◆ **Task directions**
The lines to repeat are those below from the one containing "await screenshot(page, 'plan-owner')" down to the one containing "await dialog.waitFor()", both included; reproduce them exactly and nothing else.
------------------------
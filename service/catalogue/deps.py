"""Typed dependencies of routes under a product's path: the product, or a 404."""

from __future__ import annotations

from typing import Annotated

from fastapi import Depends, Path

from service.catalogue import products
from service.core.deps import ReadSession, WriteSession
from service.core.schemas import SKU_PATTERN
from service.core.tables import ProductRow

SkuPath = Annotated[str, Path(pattern=SKU_PATTERN, description="The product's sku")]


def _read_product(sku: SkuPath, session: ReadSession) -> ProductRow:
    # The same session as the route's own ReadSession (FastAPI caches it per request).
    return products.get_or_raise(session, sku=sku)


def _write_product(sku: SkuPath, session: WriteSession) -> ProductRow:
    return products.get_or_raise(session, sku=sku)


ReadProduct = Annotated[ProductRow, Depends(_read_product)]
"""The product named by the path, read in the request's read session."""
WriteProduct = Annotated[ProductRow, Depends(_write_product)]
"""The product named by the path, read in the request's write transaction."""
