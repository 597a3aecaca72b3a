"""What a write of observations did: rows taken, inserted, updated, products created.

Every path that stores observations (a JSON batch, a CSV file read column by column or
row by row) answers with this record.
"""

from __future__ import annotations

from dataclasses import dataclass, field


@dataclass(frozen=True)
class UpsertOutcome:
    rows: int
    inserted: int
    updated: int
    products_created: list[str] = field(default_factory=list)
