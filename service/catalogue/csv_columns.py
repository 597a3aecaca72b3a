"""Clean CSV imports, column by column, through Apache Arrow's CSV reader.

Arrow parses and converts the text in C++ threads, so a clean import spends its Python
time on checks over whole columns and on the database writes, not on one list of cells
per row. This path takes the common, clean case only: at the first thing it does not
expect (a bad or empty cell, an unknown sku, a period twice, a quoted line break) it
gives up, and :func:`service.catalogue.ingest.import_csv` rolls back what it wrote and reads the
file again row by row, which names every problem's line and column. It stores the same
values as that path.
"""

from __future__ import annotations

import datetime as dt
import re
from dataclasses import dataclass
from typing import IO

import numpy as np
import pyarrow as pa
import pyarrow.compute as pc
import pyarrow.csv as pacsv
from sqlalchemy.orm import Session

from service.catalogue import products
from service.catalogue.csv_cells import BAD_FLAG, in_stock_value
from service.catalogue.csv_layout import Layout
from service.catalogue.observations import ObservationColumns, observation_writer
from service.catalogue.upsert_outcome import UpsertOutcome
from service.core.bounds import NUMBER_GRAMMAR, period_in_range
from service.core.schemas import SKU_PATTERN

# About 20,000 rows of a typical file a block: batches big enough to amortise the
# per-batch work, small enough to keep memory flat however long the file is.
BLOCK_BYTES = 1 << 20
_SKU_RE = re.compile(SKU_PATTERN)


class _GiveUp(Exception):
    """The file needs the row-by-row path."""


@dataclass
class _State:
    sku_ids: dict[str, int]
    sku_codes: dict[str, int]
    created: list[str]
    keys: list[np.ndarray]


def import_clean_csv(
    session: Session, raw: IO[bytes], layout: Layout, *, create_products: bool
) -> UpsertOutcome | None:
    """Import a clean file (header included) in the caller's transaction, or return
    None, leaving partial writes for the caller to roll back, when it is not clean."""
    if not _quotes_balanced(raw):
        return None
    state = _State(sku_ids={}, sku_codes={}, created=[], keys=[])
    writer = observation_writer(session)
    rows = 0
    try:
        for batch in _batches(raw, layout):
            if batch.num_rows == 0:
                continue
            columns = _checked(batch, layout, session, state, create_products)
            writer.write_columns(columns)
            rows += batch.num_rows
    except (_GiveUp, pa.ArrowException):
        return None
    if rows == 0 or _repeats(np.concatenate(state.keys)):
        return None
    inserted, updated = writer.finish()
    return UpsertOutcome(
        rows=rows, inserted=inserted, updated=updated, products_created=state.created
    )


def _quotes_balanced(raw: IO[bytes]) -> bool:
    """Whether the file has an even number of quote marks, then rewinds it.

    Arrow reads a quoted cell left open at the end of the file (an upload cut short) as
    if it were closed. Every cell this path accepts is free of stray quote marks (numbers,
    skus, ISO dates, in-stock words), so its quote marks open and close quoted cells in
    pairs, doubled ones included: an odd count means a cell left open.
    """
    start = raw.tell()
    count = 0
    while block := raw.read(BLOCK_BYTES):
        count += block.count(b'"')
    raw.seek(start)
    return count % 2 == 0


def _batches(raw: IO[bytes], layout: Layout) -> pacsv.CSVStreamingReader:
    names = [f"c{i}" for i in range(layout.width)]
    # Numbers are read as text and checked against the one number grammar
    # (:mod:`service.core.bounds`) before they are converted (:func:`_numbers`).
    types = {name: pa.string() for name in names}
    return pacsv.open_csv(
        raw,
        read_options=pacsv.ReadOptions(
            skip_rows=1, column_names=names, block_size=BLOCK_BYTES, use_threads=True
        ),
        # A quoted line break would shift line numbers: the row-by-row path takes it.
        parse_options=pacsv.ParseOptions(newlines_in_values=False, ignore_empty_lines=True),
        convert_options=pacsv.ConvertOptions(
            column_types=types,
            null_values=[""],  # only an empty cell is missing, never "NA" or "null"
            strings_can_be_null=False,
            quoted_strings_can_be_null=False,
            check_utf8=True,
        ),
    )


def _checked(
    batch: pa.RecordBatch,
    layout: Layout,
    session: Session,
    state: _State,
    create_products: bool,
) -> ObservationColumns:
    """One batch checked column by column, as stored rows; raises _GiveUp otherwise."""
    skus, sku_index = _distinct(batch.column(layout.sku))
    if not all(_SKU_RE.fullmatch(s) for s in skus):
        raise _GiveUp
    _resolve(session, skus, state, create_products)
    ids = np.array([state.sku_ids[s] for s in skus], dtype=np.int64)[sku_index]

    periods, period_index = _distinct(batch.column(layout.period))
    ordinals = np.array([_ordinal(p) for p in periods], dtype=np.int64)[period_index]
    codes = np.array(
        [state.sku_codes.setdefault(s, len(state.sku_codes)) for s in skus], dtype=np.int64
    )[sku_index]
    keys = (codes << 32) | ordinals
    if _repeats(keys):
        raise _GiveUp
    state.keys.append(keys)

    price = _required(batch.column(layout.price))
    units = _required(batch.column(layout.units))
    if not ((price > 0.0).all() and (units >= 0.0).all()):
        raise _GiveUp
    unit_cost: list[float | None] = [None] * batch.num_rows
    if layout.unit_cost is not None:
        unit_cost = _optional(batch.column(layout.unit_cost))
    in_stock: list[bool | None] = [None] * batch.num_rows
    if layout.in_stock is not None:
        in_stock = _flags(batch.column(layout.in_stock))
    return ObservationColumns(
        product_id=ids,
        period=batch.column(layout.period),
        price=price,
        units=units,
        unit_cost=unit_cost,
        in_stock=in_stock,
        covariates=_covariates(batch, layout),
    )


def _distinct(column: pa.Array) -> tuple[list[str], np.ndarray]:
    """The distinct values of a string column and each row's index into them."""
    encoded = column.dictionary_encode()
    values: list[str] = encoded.dictionary.to_pylist()
    return values, encoded.indices.to_numpy()


def _resolve(session: Session, skus: list[str], state: _State, create_products: bool) -> None:
    missing = set(skus) - state.sku_ids.keys()
    if not missing:
        return
    state.sku_ids.update(products.ids_by_sku(session, skus=missing))
    missing -= state.sku_ids.keys()
    if not missing:
        return
    if not create_products:
        raise _GiveUp  # the row-by-row path names the lines of unknown skus
    state.sku_ids.update(products.create_bare(session, skus=sorted(missing)))
    state.created.extend(sorted(missing))


def _ordinal(period: str) -> int:
    try:
        day = dt.date.fromisoformat(period)
    except ValueError:
        raise _GiveUp from None
    if day.isoformat() != period or not period_in_range(day):
        raise _GiveUp  # stored as given only when it is already the ISO form
    return day.toordinal()


def _repeats(keys: np.ndarray) -> bool:
    ordered = np.sort(keys)  # sorting int64 beats hashing them here
    return bool((ordered[1:] == ordered[:-1]).any())


_NUMBER_PATTERN = f"^{NUMBER_GRAMMAR}$"


def _numbers(column: pa.Array) -> pa.Array:
    """A text column as doubles (an empty cell: null); gives up on a cell outside the
    number grammar, and makes a minus zero zero (as PostgreSQL would)."""
    text = pc.if_else(pc.equal(column, ""), pa.scalar(None, pa.string()), column)
    present = text.drop_null()
    if len(present) and not pc.all(pc.match_substring_regex(present, _NUMBER_PATTERN)).as_py():
        raise _GiveUp
    numbers: pa.Array = pc.add(pc.cast(text, pa.float64()), 0.0)
    return numbers


def _required(column: pa.Array) -> np.ndarray:
    numbers = _numbers(column)
    if numbers.null_count:
        raise _GiveUp
    values: np.ndarray = numbers.to_numpy()
    if not np.isfinite(values).all():
        raise _GiveUp
    return values


def _optional(column: pa.Array) -> list[float | None]:
    numbers = _numbers(column)
    if not numbers.null_count:
        return _required(column).tolist()  # type: ignore[no-any-return]
    present = numbers.drop_null().to_numpy()
    if not (np.isfinite(present).all() and (present >= 0.0).all()):
        raise _GiveUp
    values: list[float | None] = numbers.to_pylist()
    return values


def _flags(column: pa.Array) -> list[bool | None]:
    words, index = _distinct(column)
    meaning = [in_stock_value(word) for word in words]
    if any(value is BAD_FLAG for value in meaning):
        raise _GiveUp
    return np.array(meaning, dtype=object)[index].tolist()  # type: ignore[no-any-return]


def _covariates(batch: pa.RecordBatch, layout: Layout) -> pa.Array | None:
    """Each row's covariates as compact JSON text with the names in order, built in C++.

    Arrow writes a double in its shortest round-trip form ("0", "1.0293", "1e+20"),
    which is valid JSON for every finite value.
    """
    if not layout.covariates:
        return None
    parts: list[pa.Array | str] = []
    for position, (index, name) in enumerate(sorted(layout.covariates, key=lambda c: c[1])):
        column = _numbers(batch.column(index))
        if column.null_count:
            raise _GiveUp  # a row without some covariate: the row path leaves its key out
        if not np.isfinite(column.to_numpy()).all():
            raise _GiveUp
        parts.append(("{" if position == 0 else ",") + f'"{name}":')
        parts.append(pc.cast(column, pa.string()))
    parts.append("}")
    joined: pa.Array = pc.binary_join_element_wise(*parts, "")
    return joined
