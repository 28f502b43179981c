package org.trundle.core.check;

import java.util.List;
import java.util.Locale;
import java.util.SplittableRandom;
import java.util.function.BiFunction;
import java.util.function.UnaryOperator;

import org.hipparchus.geometry.euclidean.threed.Rotation;
import org.hipparchus.geometry.euclidean.threed.RotationConvention;
import org.hipparchus.geometry.euclidean.threed.Vector3D;
import org.trundle.core.Ball;
import org.trundle.core.BallState;
import org.trundle.core.internal.Checks;
import org.trundle.core.ContactGeometry;
import org.trundle.core.ContactLaw;
import org.trundle.core.EndReason;
import org.trundle.core.EventKind;
import org.trundle.core.MotionState;
import org.trundle.core.Patch;
import org.trundle.core.Phase;
import org.trundle.core.RunEvent;
import org.trundle.core.Sample;
import org.trundle.core.Simulation;
import org.trundle.core.SolverSettings;
import org.trundle.core.SurfaceMotion;
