package org.trundle.physics;

import static org.junit.jupiter.api.Assertions.assertEquals;
import static org.junit.jupiter.api.Assertions.assertTrue;

import java.util.ArrayList;
import java.util.List;

import org.hipparchus.geometry.euclidean.threed.Vector3D;
import org.junit.jupiter.api.Test;
import org.junit.jupiter.params.ParameterizedTest;
import org.junit.jupiter.params.provider.ValueSource;
import org.trundle.contact.Coulomb;
import org.trundle.contact.PureRolling;
import org.trundle.core.Ball;
import org.trundle.core.BallState;
import org.trundle.core.ContactLaw;
import org.trundle.core.EndReason;
import org.trundle.core.EventKind;
import org.trundle.core.Patch;
import org.trundle.core.Phase;
import org.trundle.core.RunEvent;
import org.trundle.core.RunResult;
import org.trundle.core.Sample;
import org.trundle.core.SampleContact;
import org.trundle.core.Simulation;
import org.trundle.core.SolverSettings;
import org.trundle.core.SurfaceMotion;
import org.trundle.surfaces.Bounded;
import org.trundle.surfaces.Rails;
import org.trundle.surfaces.VGroove;
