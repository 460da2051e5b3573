import path from 'node:path'
import { fileURLToPath, pathToFileURL } from 'node:url'
import type { QueryInterface, Sequelize } from 'sequelize'
import { SequelizeStorage, Umzug } from 'umzug'

const root = path.resolve(path.dirname(fileURLToPath(import.meta.url)), '..', '..')

export type MigrationContext = { queryInterface: QueryInterface; sequelize: Sequelize }
export type Migration = (params: { context: MigrationContext }) => Promise<void>

function make(sequelize: Sequelize, folder: 'migrations' | 'seeders', tableName: string) {
  return new Umzug<MigrationContext>({
    migrations: {
      glob: ['*.ts', { cwd: path.join(root, folder), ignore: ['*.test.ts', '*.d.ts'] }],
      // Import the file ourselves so the same code works under tsx and inside vitest.
      resolve: ({ name, path: file, context }) => ({
        name,
        up: async () => (await import(pathToFileURL(file!).href)).up({ context }),
        down: async () => (await import(pathToFileURL(file!).href)).down?.({ context }),
      }),
    },
    context: { queryInterface: sequelize.getQueryInterface(), sequelize },
    storage: new SequelizeStorage({ sequelize, tableName }),
    logger: undefined,
  })
}

export const migrator = (s: Sequelize) => make(s, 'migrations', 'schema_migrations')
export const seeder = (s: Sequelize) => make(s, 'seeders', 'seed_runs')

export async function migrate(s: Sequelize) {
  return migrator(s).up()
}

/**
 * Demo data goes only into an empty database (one with no users). A database that was filled with
 * the demo scenario also gets the demo seeders added since (new parts of the scenario); a studio's
 * own database, never seeded, is left alone.
 */
export async function seedIfEmpty(s: Sequelize): Promise<'seeded' | 'topped-up' | 'untouched'> {
  const [rows] = await s.query('SELECT count(*)::int AS n FROM users')
  const n = (rows as { n: number }[])[0]?.n ?? 0
  const seeds = seeder(s)
  if (n === 0) {
    await seeds.up()
    return 'seeded'
  }
  if ((await seeds.executed()).length === 0) return 'untouched'
  const pending = await seeds.pending()
  if (pending.length === 0) return 'untouched'
  await seeds.up()
  return 'topped-up'
}
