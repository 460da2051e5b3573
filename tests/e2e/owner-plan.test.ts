import { afterAll, beforeAll, describe, expect, it } from 'vitest'
import type { Browser } from 'playwright-core'
import { axeViolations, launch, newPage, screenshot, signIn } from './browser'

let browser: Browser
beforeAll(async () => {
  browser = await launch()
})
afterAll(async () => {
  await browser?.close()
})

describe('the owner plans and pours', () => {
  it('the today home names what needs the owner, with the pours due', async () => {
    const { page, context } = await newPage(browser)
    await signIn(page, 'owner')
    await page.getByRole('heading', { level: 2, name: /^Today, / }).waitFor()
    await page.getByText('Orders to confirm').waitFor()
    await page
      .getByRole('list', { name: 'Pours due this week' })
      .getByText('Cedar & Sage', { exact: true })
      .waitFor()
    await page.getByRole('list', { name: 'Ingredients running low' }).waitFor()
    await page.waitForLoadState('networkidle')
    expect(await axeViolations(page)).toEqual([])
    await screenshot(page, 'home-owner-today')
    await context.close()
  })

  it('opens the plan, turns a suggestion into a planned batch and pours it through the batch form', async () => {
    const { page, context } = await newPage(browser)
    await signIn(page, 'owner')
    await page.getByRole('link', { name: 'Pour plan' }).click()
    await page.waitForURL(/\/studio\/plan$/)
    await page.getByRole('heading', { level: 1, name: 'Pour plan' }).waitFor()
    const row = page
      .getByRole('row')
      .filter({ hasText: /Cedar & Sage(?! Guest)/ })
      .first()
    await row.getByText('Late: pour now').waitFor()
    await page.waitForLoadState('networkidle')
    expect(await axeViolations(page)).toEqual([])
    await screenshot(page, 'plan-owner')

    await page.getByRole('button', { name: 'Plan this pour of Cedar & Sage', exact: true }).click()
    const dialog = page.getByRole('dialog', { name: 'Plan a pour of Cedar & Sage', exact: true })
    await dialog.waitFor()
    // A bad count is refused beside its field and nothing is planned.
    await dialog.getByLabel('Moulds').fill('0')
    await dialog.getByRole('button', { name: 'Plan the batch' }).click()
    await dialog.getByText('The number of moulds must be at least 1.').waitFor()
    await dialog.getByLabel('Moulds').fill('1')
    await screenshot(page, 'plan-pour-dialog')
    await dialog.getByRole('button', { name: 'Plan the batch' }).click()
    await page.getByText(/Planned: Cedar & Sage, 1 mould on /).waitFor()
    const planned = page.getByRole('list', { name: 'Planned pours' })
    await planned.getByText('Cedar & Sage (CDR)').waitFor()

    await planned.getByRole('link', { name: 'Pour it: Cedar & Sage', exact: true }).click()
    await page.waitForURL(/\/studio\/batches\/new\?plan=\d+$/)
    await page.getByRole('heading', { level: 1, name: 'Record a batch' }).waitFor()
    await page.getByText(/^Pouring the planned batch of Cedar & Sage: 1 mould/).waitFor()
    await expect
      .poll(async () =>
        page.getByLabel('Product').evaluate((el: HTMLSelectElement) => el.selectedOptions[0]?.textContent),
      )
      .toBe('Cedar & Sage (CDR)')
    await expect.poll(() => page.getByLabel('Oil weight (g)').inputValue(), { timeout: 10_000 }).toBe('1100')
    await expect.poll(() => page.getByLabel('Bars cut').inputValue(), { timeout: 10_000 }).not.toBe('')
    await page.getByRole('button', { name: 'Record the batch' }).click()
    await page.waitForURL(/\/studio\/batches\/\d+$/)
    await page.getByText(/Batch \d{6}-CDR-\d{2} recorded/).waitFor()

    // Poured: the plan no longer lists it, and the new batch counts as curing stock.
    await page.goto('/studio/plan')
    await page.getByRole('heading', { level: 1, name: 'Pour plan' }).waitFor()
    await page.getByText('No planned pours. Plan one from a suggestion below.').waitFor()
    await context.close()
  })

  it('the plan and the sales fit a phone-sized screen', async () => {
    const { page, context } = await newPage(browser, { width: 390, height: 844 })
    await signIn(page, 'owner')
    for (const [path, heading] of [
      ['/studio/plan', 'Pour plan'],
      ['/studio/sales', 'Sales'],
    ] as const) {
      await page.goto(path)
      await page.getByRole('heading', { level: 1, name: heading }).waitFor()
      await page.waitForLoadState('networkidle')
      const overflow = await page.evaluate(
        () => document.documentElement.scrollWidth - document.documentElement.clientWidth,
      )
      expect(overflow, path).toBeLessThanOrEqual(0)
      await screenshot(page, `${heading === 'Sales' ? 'sales' : 'plan'}-owner-phone`)
    }
    await context.close()
  })

  it('shows sales by product and by shop, with a CSV to download', async () => {
    const { page, context } = await newPage(browser)
    await signIn(page, 'owner')
    await page.getByRole('link', { name: 'Sales' }).click()
    await page.waitForURL(/\/studio\/sales/)
    await page.getByRole('heading', { level: 1, name: 'Sales' }).waitFor()
    await page.getByRole('cell', { name: 'Lavender Field (LAV)' }).waitFor()
    await page.waitForLoadState('networkidle')
    expect(await axeViolations(page)).toEqual([])
    await screenshot(page, 'sales-owner')
    await page.getByLabel('Group by').selectOption('shop')
    await page.getByRole('cell', { name: 'Juniper & Vine' }).waitFor()
    const [download] = await Promise.all([
      page.waitForEvent('download'),
      page.getByRole('link', { name: 'Download CSV' }).click(),
    ])
    expect(download.suggestedFilename()).toMatch(/^sales-by-shop-.*\.csv$/)
    await context.close()
  })
})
------------------------
◆ **Written reply**
    await screenshot(page, 'plan-owner')

    await page.getByRole('button', { name: 'Plan this pour of Cedar & Sage', exact: true }).click()
    const dialog = page.getByRole('dialog', { name: 'Plan a pour of Cedar & Sage', exact: true })
    await dialog.waitFor()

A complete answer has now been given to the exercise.